Saya sendiri, bagaimana hubunganku ama mertua? saya sempat di titik terendah, saya sempat membenci mertuaku, saya pernah merasakan perselisihan hebat yang menyertakan adek iparku yang selanjutnya merambat ke Ibu mertua. Saya sempat dipandang istri kurang ajar karena hanya suami seringkali buat minum sendiri, saya sempat dipisuh pisuh mertua sebab lihat suamiku membersihkan pakaian, sesaat saya tidur sama anakku (mertua tidak paham jika kami habis pergi yang cukup jauh, jadi saya kelelahan sekali). Saya sempat bicara keras sama mertua mengenai bagaimana persetujuan kami dalam memiliki keluarga. Saya sempat nekad bawa pulang anaku ke rumah orang tuaku waktu saya geram sama mertua sebab ketajaman lidahnya. Di sini mertuaku shock sekali tidak menduga kenekatanku. Serta mulai berhati hati dalam kata tuturnya. tetapi masih saja seperti api dalam sekam, sebab akar masalahnya tidak ditarik. Orang tuaku tidak tahu, saya alasannya anaku tidak ada yang momong sebab sang mbak pulang kampung.lantas saya mulai memikir alangkah capeknya hidup penuh kekisruhan ditambah dengan orangtua. Saya ingat saran kakakku, hidup kita ini akan sulit jika Ridho orangtua tidak didapatkan. Apa saja jangan sampai menyakiti orangtua. Bicara baik baik, ya terkadang emosi kita masih senang tinggi ditambah lagi jika berasa kita betul, berasa kita tersiksa. lantas kita berasa memiliki hak menhakimi orangtua. Lantas saya mulai membenahi hidupku kembali lagi, sebab konflik ini benar-benar tidak membuatku bahagia. Saya ajak duduk mertuaku, bicara baik baik apa kemauanku serta kemauan ia, minta ridhonya, sekaligus juga mohon maaf jika dahulu sempat bicara keras. ya Cedera itu masih berbekas tentunya, itu yang terkadang saya sesalkan, tetapi sekalian berlalunya waktu, saya berupaya memperlihatkan loyalitas, jika niatku baik, jika saya tidak akan ambil anak laki lakinya demikian saja. Jika saya ingin diperlakukan sama juga dengan anak kandungnya. jalinan dengan adek ipar lebih baik sesudah ia menikah, ia mulai pahami rasa-rasanya punyai mertua. He..he..he..serta saat ini saya dapat berkreasi di luar dengan tenang sebab anakku ada yang mengawasinya, ya mertuaku, meskipun ada Sang Mbak, tetapi saya bertambah merasakan aman waktu ada mertuaku turut memantau.
Itu kenapa saya dapat memberikan input ke temanku, untuk bersabar, dan juga tegas, jadi diri kita, yang perlu berikan pada kita selalu untuk menghargai orangtua apa saja situasinya. jangan sampai terhasut perkataan tetangga. Jangan banyak merintih ke beberapa orang, sebab ujung ujungnya permasalahan kita dapat jadi bahan gunjingan. Paling komentarnya, sama saja sich menantu ama mertuanya. he..he..he... serta yang tentu kuncinya ialah pada suami kita dapat tidak ia berlaku semestinya Imam buat kita. Serta untuk anak yang berbakti pada orangtua.

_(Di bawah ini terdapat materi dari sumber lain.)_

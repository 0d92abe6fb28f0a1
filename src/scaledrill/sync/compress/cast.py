"""Send in a narrower float type (fp16 or bf16), around any compressor.

Like torch's fp16/bf16 compress hooks (`ddp_comm_hooks.default_hooks`): each
worker's values are divided by W *before* the cast, so the sum of W of them
cannot overflow fp16; the sum runs in the narrow type over workers and
processes; the result is cast back. Each worker rounds its own values, as each
rank of a real cluster would, so this wrapper asks for per-worker rows.

Wire bytes scale the inner compressor's count by the narrow item size over the
input's; exact for dense values, an estimate when the inner format carries
indices.
"""

from dataclasses import dataclass, replace

import torch

from scaledrill.sync.compress import Out


@dataclass(frozen=True)
class Cast:
    inner: object
    dtype: torch.dtype

    per_worker = True
    lossless = False

    def init(self, shapes, V, seed, dtype):
        return self.inner.init(shapes, V, seed, dtype)

    def update(self, x, state, rnd):
        W = rnd.world
        last = []  # the rows of the last mean and their narrow copy (the sums never write into their input)

        def narrow_mean(t, in_place=False):  # a copy is made anyway
            # 1. divide by W first, 2. cast, 3. sum in the narrow type, 4. cast back
            small = (t / W).to(self.dtype)
            last[:] = [t, small]
            return rnd.sum(small).to(t.dtype)

        out, state = self.inner.update(x, state, replace(rnd, mean=narrow_mean))
        # what each worker sent, rounded as it travelled: the rows just cast when the inner sends those (Exact does)
        small = last[1] if last and last[0] is out.sent else (out.sent / W).to(self.dtype)
        sent = small.to(x.dtype) * W
        shrink = self.dtype.itemsize / x.element_size()
        return Out(out.mean, sent, out.wire_bytes * shrink, out.stats), state
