"""One ladder from rungs trained apart: the ladder.json payload and the gathering of several.

Why: the rungs of a ladder need not train in one process or on one machine. Run
as separate jobs (Hydra's `-m` over `ladder.batches=[B]` with a launcher plugin:
joblib on one machine, a cluster launcher on a cluster), each job writes a
ladder.json of its own rungs; the fit of McCandlish et al. 2018 needs them all.
`gather` puts them back together: the rungs by batch, the fit and each rung's
regime recomputed over all of them, exactly as one `scaledrill ladder` would
have written them. Ladders aimed at different goals are not one ladder and
are refused.
"""

import math
import statistics

from scaledrill.ladder.fit import fit_tradeoff, regime


def _finite(value):
    return value if value is not None and math.isfinite(value) else None


DISAGREE = 2.0  # B_crit and the measured noise scale further apart than this factor are flagged (common practice)


def agreement(b_crit: float | None, noise: float | None) -> dict | None:
    """How far the fitted B_crit and the measured noise scale are apart, and whether that is worth a flag.

    McCandlish et al. 2018 ("An Empirical Model of Large-Batch Training") find the
    simple noise scale predicts the critical batch roughly, not exactly: it grows as
    training proceeds, and B_crit here comes from a fit over few rungs.
    """
    if not b_crit or not noise:
        return None
    ratio = max(b_crit, noise) / min(b_crit, noise)
    return {"ratio": ratio, "flagged": ratio > DISAGREE}


def ladder_payload(grow: str, goal: dict, goal_source: str, results: list[dict], searches: dict | None,
                   limits: dict | None = None, check_every: int | None = None) -> dict:
    """The ladder.json payload: rungs by batch, the fit over rungs that reached the goal.

    A rung that reached the goal at its first check (step `check_every`) only says "at most that
    many steps": it is left out of the fit (`first_check` lists them), or every rung of an easy
    goal would sit at the same step and the fit would read a plateau that was never measured."""
    rungs = sorted(results, key=lambda r: r["global_batch"])
    hit = [r for r in rungs if r["steps_to_target"] and not r["diverged"] and not r.get("error")]
    first = [r for r in hit if check_every and r["steps_to_target"] <= check_every]
    hit = [r for r in hit if r not in first]
    fit = fit_tradeoff([r["global_batch"] for r in hit], [r["steps_to_target"] for r in hit]) if len(hit) >= 2 else None
    for r in rungs:
        r["regime"] = regime(r["global_batch"], fit) if fit and r in hit else None  # a missed goal has no regime
        if limits is not None:
            r["step_limit"] = limits.get(r["global_batch"])
    noise = [r["noise_scale"] for r in rungs if r.get("noise_scale") is not None]
    measured = statistics.median(noise) if noise else None
    return {
        "grow": grow,
        "goal": goal,
        "goal_source": goal_source,
        "rungs": rungs,
        "check_every": check_every,
        "first_check": [r["global_batch"] for r in first],
        "fit": None if fit is None else {k: _finite(getattr(fit, k)) for k in ("s_min", "e_min", "b_noise", "b_crit", "residual")},
        "noise_scale_measured": measured,
        "agreement": agreement(None if fit is None else _finite(fit.b_crit), measured),
        "search": None if searches is None else {str(b): searches[b] for b in sorted(searches, key=float)},
    }


def gather(docs: list[dict]) -> dict:
    """One payload from several ladder.json documents of the same goal and growth; a batch
    trained by two jobs keeps the first one's rung."""
    aims = {(d.get("grow"), str(d.get("goal"))) for d in docs}
    if len(aims) != 1:
        raise ValueError(f"ladders with different growths or goals cannot be gathered: {sorted(aims)}")
    rungs, searches = {}, {}
    for doc in docs:
        for rung in doc.get("rungs", []):
            rungs.setdefault(rung["global_batch"], dict(rung))
        for batch, entry in (doc.get("search") or {}).items():
            searches.setdefault(batch, entry)
    first = docs[0]
    return ladder_payload(first.get("grow"), first.get("goal"), first.get("goal_source", "ladder.goal"),
                          list(rungs.values()), searches or None, check_every=first.get("check_every"))
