"""One ladder from rungs trained apart: the ladder.json payload and the gathering of several.

Why: the rungs of a ladder need not train in one process or on one machine. Run
as separate jobs (Hydra's `-m` over `ladder.batches=[B]` with a launcher plugin:
joblib on one machine, a cluster launcher on a cluster), each job writes a
ladder.json of its own rungs; the fit of McCandlish et al. 2018 needs them all.
`gather` puts them back together: the rungs by batch, the fit and each rung's
regime recomputed over all of them, exactly as one `scaledrill ladder` would
have written them. Ladders aimed at different targets are not one ladder and
are refused.
"""

import math
import statistics

from scaledrill.ladder.fit import fit_tradeoff, regime


def _finite(value):
    return value if value is not None and math.isfinite(value) else None


def ladder_payload(mode: str, target: dict, results: list[dict], searches: dict | None) -> dict:
    """The ladder.json payload: rungs by batch, the fit over rungs that reached the target."""
    rungs = sorted(results, key=lambda r: r["global_batch"])
    hit = [r for r in rungs if r["steps_to_target"] and not r["diverged"] and not r.get("error")]
    fit = fit_tradeoff([r["global_batch"] for r in hit], [r["steps_to_target"] for r in hit]) if len(hit) >= 2 else None
    for r in rungs:
        r["regime"] = regime(r["global_batch"], fit) if fit and not r.get("error") else None
    noise = [r["noise_scale"] for r in rungs if r.get("noise_scale") is not None]
    return {
        "mode": mode,
        "target": target,
        "rungs": rungs,
        "fit": None if fit is None else {k: _finite(getattr(fit, k)) for k in ("s_min", "e_min", "b_noise", "b_crit", "residual")},
        "noise_scale_measured": statistics.median(noise) if noise else None,
        "search": None if searches is None else {str(b): searches[b] for b in sorted(searches, key=float)},
    }


def gather(docs: list[dict]) -> dict:
    """One payload from several ladder.json documents of the same target and mode; a batch
    trained by two jobs keeps the first one's rung."""
    aims = {(d.get("mode"), str(d.get("target"))) for d in docs}
    if len(aims) != 1:
        raise ValueError(f"ladders with different modes or targets cannot be gathered: {sorted(aims)}")
    rungs, searches = {}, {}
    for doc in docs:
        for rung in doc.get("rungs", []):
            rungs.setdefault(rung["global_batch"], dict(rung))
        for batch, entry in (doc.get("search") or {}).items():
            searches.setdefault(batch, entry)
    return ladder_payload(docs[0].get("mode"), docs[0].get("target"), list(rungs.values()), searches or None)
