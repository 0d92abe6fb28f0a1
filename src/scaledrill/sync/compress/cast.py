"""Send in a narrower float type (fp16 or bf16), around any compressor.

Like torch's fp16/bf16 compress hooks (`ddp_comm_hooks.default_hooks`): each
worker's values are divided by W *before* the cast, so the sum of W of them
cannot overflow fp16; the sum runs in the narrow type over workers and
processes; the result is cast back. Each worker rounds its own values, as each
rank of a real cluster would, so this wrapper asks for per-worker rows.

Wire bytes scale the inner compressor's count by the narrow item size over the
input's; exact for dense values, an estimate when the inner format carries
indices.
"""

from dataclasses import dataclass, replace

import torch

from scaledrill.sync.compress import Out


@dataclass(frozen=True)
class Cast:
    inner: object
    dtype: torch.dtype

    per_worker = True
    lossless = False

    def init(self, shapes, V, seed, dtype):
        return self.inner.init(shapes, V, seed, dtype)

    def update(self, x, state, rnd):
        W = rnd.world

        def narrow_mean(t, in_place=False):  # a copy is made anyway
            # 1. divide by W first, 2. cast, 3. sum in the narrow type, 4. cast back
            return rnd.sum((t / W).to(self.dtype)).to(t.dtype)

        out, state = self.inner.update(x, state, replace(rnd, mean=narrow_mean))
        sent = (out.sent / W).to(self.dtype).to(x.dtype) * W
        shrink = torch.empty((), dtype=self.dtype).element_size() / x.element_size()
        return Out(out.mean, sent, out.wire_bytes * shrink, out.stats), state
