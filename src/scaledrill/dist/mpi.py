"""MPI collectives through mpi4py, on the tensors' memory without copies.

bf16 has no MPI datatype; such tensors travel as float32 and come back.
"""

import numpy as np
import torch

from scaledrill.dist.base import Done


class _Request:
    def __init__(self, request):
        self.request = request

    def wait(self) -> None:
        self.request.Wait()


class MpiCollective:
    def __init__(self):
        from mpi4py import MPI

        self._mpi = MPI
        self.comm = MPI.COMM_WORLD
        self.rank = self.comm.Get_rank()
        self.size = self.comm.Get_size()

    @staticmethod
    def _view(tensor: torch.Tensor) -> np.ndarray:
        return tensor.detach().numpy()

    def all_reduce(self, tensor: torch.Tensor) -> None:
        if tensor.dtype == torch.bfloat16:
            wide = tensor.float()
            self.all_reduce(wide)
            tensor.copy_(wide)
            return
        if not tensor.is_contiguous():
            buf = tensor.contiguous()
            self.all_reduce(buf)
            tensor.copy_(buf)
            return
        self.comm.Allreduce(self._mpi.IN_PLACE, self._view(tensor), op=self._mpi.SUM)

    def all_reduce_many(self, tensors: list[torch.Tensor]) -> None:
        for tensor in tensors:
            self.all_reduce(tensor)

    def all_reduce_start(self, tensor: torch.Tensor):
        if tensor.dtype == torch.bfloat16 or not tensor.is_contiguous():
            self.all_reduce(tensor)  # needs a copy back after the sum: done now
            return Done()
        return _Request(self.comm.Iallreduce(self._mpi.IN_PLACE, self._view(tensor), op=self._mpi.SUM))

    def all_gather(self, tensor: torch.Tensor) -> torch.Tensor:
        src = tensor.float() if tensor.dtype == torch.bfloat16 else tensor.contiguous()
        out = torch.empty((self.size, *src.shape), dtype=src.dtype)
        self.comm.Allgather(self._view(src), self._view(out))
        return out.to(tensor.dtype)

    def barrier(self) -> None:
        self.comm.Barrier()

    def close(self) -> None:
        pass  # mpi4py finalizes at interpreter exit
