"""QSGD: stochastic rounding to s levels of the worker's norm.

Alistarh et al. 2017, "QSGD: Communication-Efficient SGD via Gradient
Quantization". Q(vᵢ) = ‖v‖₂ · sign(vᵢ) · ξᵢ, with ξᵢ = l/s or (l+1)/s where
l = floor(s·|vᵢ|/‖v‖₂), rounded up with probability s·|vᵢ|/‖v‖₂ − l. Unbiased;
the variance grows like min(n/s², √n/s)·‖v‖², so more levels (`sync.levels`)
for longer vectors. Here one norm covers the worker's whole flat gradient.

Steps, per worker:
1. norm = ‖v‖₂ (a zero vector sends zeros);
2. r = s·|v|/norm, l = floor(r), round up where u < r − l, u ~ U[0,1) drawn from
   (seed, step, global worker id);
3. send per entry a sign bit and a level of ceil(log2(s+1)) bits (plain fixed-width
   code, no Elias coding), plus the 4-byte norm.
"""

import math
from dataclasses import dataclass

import torch

from scaledrill.sync.compress import Out, Stateless


@dataclass(frozen=True)
class QSGD(Stateless):
    levels: int = 16

    def update(self, x, state, rnd):
        V, n = x.shape
        s = self.levels
        sent = torch.zeros_like(x)
        for v in range(V):
            norm = x[v].norm()  # 1.
            if norm == 0:
                continue
            r = x[v].abs() / norm * s  # 2.
            low = r.floor()
            u = torch.rand(n, generator=rnd.generator(v), dtype=x.dtype)
            sent[v] = norm * x[v].sign() * (low + (u < r - low).to(x.dtype)) / s
        bits = 1 + math.ceil(math.log2(s + 1))
        return Out(rnd.mean(sent), sent, math.ceil(n * bits / 8) + 4), state  # 3.
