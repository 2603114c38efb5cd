// Dipole emission inside the stack: power dissipation spectra, Purcell factor, the power entering the glass per
// solid angle and polarisation, the mode split and the exact flat-device outcoupling. Plane-wave expansion after
// Chance, Prock & Silbey, Adv. Chem. Phys. 37, 1 (1978); Neyts, JOSA A 15, 962 (1998); notation of Furno et al.,
// Phys. Rev. B 85, 115205 (2012): u = k_x/k_e (k_e = k0·n_e in the emitting layer), q_e = √(1 − u²) (Im ≥ 0),
// a± = r± e^{2i k0 w_e z±} the reflection of the stacks above/below referred to the dipole plane, and
//   K_TE,h = ¾ Re[u/q_e · (1 + a₊)(1 + a₋)/(1 − a₊a₋)]
//   K_TM,h = ¾ Re[u·q_e · (1 − a₊)(1 − a₋)/(1 − a₊a₋)]          (r_p on the magnetic field)
//   K_TM,v = 3/2 Re[u³/q_e · (1 + a₊)(1 + a₋)/(1 − a₊a₋)]
// so that ∫K du = 1 for each orientation in the infinite emitting medium. Power leaving through the glass: the
// down-going amplitude at the dipole plane is D = (σ + a₊)/(1 − a₊a₋) (σ = +1 for TE,h and TM,v, −1 for TM,h),
// carried to the glass with the lower stack's transmission t₋ and weighed by the glass admittance (flux ∝ Re Y |a|²).
// Per-dipole-power fractions are relative to the orientation-mixed F = Θ·F_h + (1 − Θ)·F_v. Lengths nm, angles rad.
import type { ThinFilm } from '../../types/thin-film'
import { airy, prepareStack, setAdmittance, setKappa, type PreparedStack } from './stack'

/** Integrand slots: K (3), power into glass (3), into a transparent top medium (3), reaching air (3). */
const NV = 12
export const V_K_TEH = 0, V_K_TMH = 1, V_K_TMV = 2, V_G_TEH = 3, V_G_TMH = 4, V_G_TMV = 5
export const V_T_TEH = 6, V_T_TMH = 7, V_T_TMV = 8, V_A_TEH = 9, V_A_TMH = 10, V_A_TMV = 11

/** The glass and what lies beyond it (the flat device). */
export interface ThinFilmOptics {
  glassIndex: number
  /** glass thickness for the per-pass absorption A = exp(−α·t/cosθ); 0 = lossless glass */
  glassThicknessUm?: number
  glassAbsorptionPerMm?: number
  /** the medium beyond the glass (air) */
  outsideIndex?: number
}

const rt = new Float64Array(16)

/**
 * All integrand slots at u (per unit u) into v[0..11]. The glass and air slots are zero where the glass does not
 * propagate; the top slots are zero unless the cathode is a lossless medium in which the wave propagates.
 */
export function integrandAt(P: PreparedStack, opt: Required<ThinFilmOptics>, alphaT: number, u: number, v: Float64Array): void {
  const e = P.e, M = P.M, ne = P.ne
  const kappa = ne * u
  setKappa(P, kappa)
  const w = P.w
  const wer = w[2 * e]!, wei = w[2 * e + 1]!
  const qer = wer / ne, qei = wei / ne
  const qe2 = qer * qer + qei * qei
  // u = 1 exactly in the lossless emitting layer (q_e = 0) is a measure-zero point of an integrable singularity
  if (qe2 === 0) { v.fill(0); return }
  // e^{2i k0 w_e z±}: phase and decay between the dipole plane and the layer's boundaries
  const em = Math.exp(-2 * wei * P.zm), ep = Math.exp(-2 * wei * P.zp)
  const pmr = em * Math.cos(2 * wer * P.zm), pmi = em * Math.sin(2 * wer * P.zm)
  const ppr = ep * Math.cos(2 * wer * P.zp), ppi = ep * Math.sin(2 * wer * P.zp)
  const wgr = w[0]!, wtr = w[2 * (M - 1)]!, wti = w[2 * (M - 1) + 1]!
  // a wave carries power into the glass / top only if it propagates there (lossless outer media: Im w = 0)
  const glassOpen = w[1] === 0 && wgr > 0
  const topOpen = P.ei[M - 1] === 0 && wti === 0 && wtr > 0
  let airS = 0
  for (let pol = 0; pol < 2; pol++) {
    const p = pol === 1
    setAdmittance(P, p)
    airy(P, 0, e, rt, 0) // r₋, t₋ (seen from the emitting layer at its lower boundary)
    airy(P, M - 1, 0, rt, 8, e) // glass-side stack reflection at 8..11; r₊, t₊ at 12..15
    const amr = rt[0]! * pmr - rt[1]! * pmi, ami = rt[0]! * pmi + rt[1]! * pmr
    const apr = rt[12]! * ppr - rt[13]! * ppi, api = rt[12]! * ppi + rt[13]! * ppr
    // den = 1 − a₊a₋
    const dr = 1 - (apr * amr - api * ami), di = -(apr * ami + api * amr)
    const dd = dr * dr + di * di
    const sg = p ? -1 : 1 // σ for the horizontal dipole in this polarisation
    // (1 + σa₊)(1 + σa₋)/den
    const xr = 1 + sg * apr, xi = sg * api, yr = 1 + sg * amr, yi = sg * ami
    const nr = xr * yr - xi * yi, ni = xr * yi + xi * yr
    const fr = (nr * dr + ni * di) / dd, fi = (ni * dr - nr * di) / dd
    const tm2 = rt[2]! * rt[2]! + rt[3]! * rt[3]!
    const tp2 = rt[14]! * rt[14]! + rt[15]! * rt[15]!
    const yg = P.y[0]!, yt = P.y[2 * (M - 1)]!
    if (!p) {
      // Re[f/q_e]
      v[V_K_TEH] = 0.75 * u * (fr * qer + fi * qei) / qe2
      const gTE = glassOpen ? 0.375 * u * (yg / ne) / qe2 * ((xr * xr + xi * xi) / dd) * em * tm2 : 0
      v[V_G_TEH] = gTE
      v[V_T_TEH] = topOpen ? 0.375 * u * (yt / ne) / qe2 * ((yr * yr + yi * yi) / dd) * ep * tp2 : 0
      if (glassOpen) airS = gTE
    } else {
      v[V_K_TMH] = 0.75 * u * (fr * qer - fi * qei)
      // the vertical dipole has σ = +1 in p: (1 + a₊)(1 + a₋)/den
      const vxr = 1 + apr, vxi = api, vyr = 1 + amr, vyi = ami
      const vnr = vxr * vyr - vxi * vyi, vni = vxr * vyi + vxi * vyr
      const gr = (vnr * dr + vni * di) / dd, gi = (vni * dr - vnr * di) / dd
      v[V_K_TMV] = 1.5 * u * u * u * (gr * qer + gi * qei) / qe2
      const gH = glassOpen ? 0.375 * u * ne * yg * ((xr * xr + xi * xi) / dd) * em * tm2 : 0
      const gV = glassOpen ? 0.75 * u * u * u * ne * yg / qe2 * ((vxr * vxr + vxi * vxi) / dd) * em * tm2 : 0
      v[V_G_TMH] = gH
      v[V_G_TMV] = gV
      v[V_T_TMH] = topOpen ? 0.375 * u * ne * yt * ((yr * yr + yi * yi) / dd) * ep * tp2 : 0
      v[V_T_TMV] = topOpen ? 0.75 * u * u * u * ne * yt / qe2 * ((vyr * vyr + vyi * vyi) / dd) * ep * tp2 : 0
    }
    // flat device: glass treated incoherently, factor T_ga·A/(1 − R_stack·R_ga·A²) per polarisation
    let f = 0
    if (glassOpen) {
      const no = opt.outsideIndex, ng = P.ng
      const cg = wgr / ng
      const o2 = no * no - kappa * kappa
      if (o2 > 0) {
        const wo = Math.sqrt(o2)
        // s: Y = w; p: Y = w/ε
        const a = p ? wgr / (ng * ng) : wgr, b = p ? wo / (no * no) : wo
        const rga = ((a - b) / (a + b)) ** 2
        const A = alphaT > 0 ? Math.exp(-alphaT / cg) : 1
        const rst = rt[8]! * rt[8]! + rt[9]! * rt[9]!
        f = ((1 - rga) * A) / (1 - rst * rga * A * A)
      }
    }
    if (!p) v[V_A_TEH] = airS * f
    else { v[V_A_TMH] = v[V_G_TMH]! * f; v[V_A_TMV] = v[V_G_TMV]! * f }
  }
}
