// A whole run: the lens device and its planar companion (the same stack without lenses) traced with the same ray
// count on independent streams (stream 0 and stream 1 of the same seed), so the enhancement's standard error
// follows (σE/E)² = (σ1/η1)² + (σ2/η2)². A planar scenario is its own companion (enhancement exactly 1, σ 0).
// By default (companion 'quadrature') the companion is not traced at all but computed exactly (flat-quadrature.ts)
// whenever that applies (an extended source, not a thin-film source): no companion rays, σ of the enhancement from
// the device alone, σE/E = σ1/η1. 'traced' keeps the traced companion as the cross-check.
// Rays are cut into fixed chunks of CHUNK_RAYS whose boundaries do not depend on the thread count; tallies hold
// integer counts, so any merge order gives bitwise identical results. summarize turns counts into the result.
import { fresnelModeOf, scenarioSchema, type FresnelMode, type Panel, type Scenario } from '../types/scenario'
import { applyThinFilm } from './thinfilm/result'
import { tracedPerRay } from '../types/ray-limits'
import type { Losses, PanelResult, TraceResult } from '../types/result'
import { DEFAULT_ACCEPT_DEG } from './panel'
import { flatCompanion, type FlatCompanion } from './flat-quadrature'
import { packScene, type PackedScene, S_HAS_LENS, S_PANEL_OFFSET, S_SPECTRAL_OFFSET } from './scene'
import { traceRange } from './tracer'
import { colourOf } from './colour'
import {
  createTally, hasPanel, mergeTally, PANEL_TALLY_LENGTH, PT_EDGE, PT_SPOT, PT_SPOT_ACCEPTED, PT_SPOT_THETA,
  SPECTRAL_TALLY_LENGTH, widenTally, PHI_BINS, PIXEL_AXIS_BINS, TALLY_LENGTH, T_PIXEL_AXIS, T_PIXEL_EXTRACTED,
  T_PIXEL_RAYS, T_EXTRACTED, T_MAP, T_RAYS, T_REFLECTOR, T_SUBSTRATE, T_THETA, T_TRAPPED,
  T_STACK_ABSORBED, T_UNRESOLVED, T_WAVEGUIDED, TALLY_LENGTHS, THETA_BINS, type Tally,
} from './tally'

export const CHUNK_RAYS = 1 << 16
export const STREAM_DEVICE = 0
export const STREAM_PLANAR = 1
/** On-axis luminance is estimated over this cone (deg): a compromise between bias (<0.2 % for smooth profiles) and noise. */
export const ON_AXIS_CONE_DEG = 5

/** How the planar companion is obtained: exactly by quadrature (default; when it applies) or traced. */
export type CompanionMethod = 'quadrature' | 'traced'

export interface RunScenes {
  device: PackedScene
  /** The traced companion's scene; null when the device itself is planar or the companion is computed by quadrature. */
  planar: PackedScene | null
}

export interface RunTallies {
  device: Tally
  planar: Tally | null
}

Telah jamak jika mertua wanita itu condong rewel....sampai ada pernyataan jika kita makan sambel ama ikan asin karena sangat enaknya, mertua lewatpun tidak terlihat..ha..ha..ha. Atau saya sempat menanyakan ama tetanggaku nama tipe tanaman yang ia tanam dimuka mertuaku , eh tetanggaku katakan " ini namanya Lidah Mertua" Waaaks...!mentang mentang memiliki bentuk runcing runcing. He..he..he...pelajaran yang kita petik, kelak jika jadi mertua kita nih yang wanita jangan pada rewel ya, inget tidak nikmatnya jadi menantu yang direwelin mertua...ha..ha..ha....(tetapi melihat lihat menantunya sich....).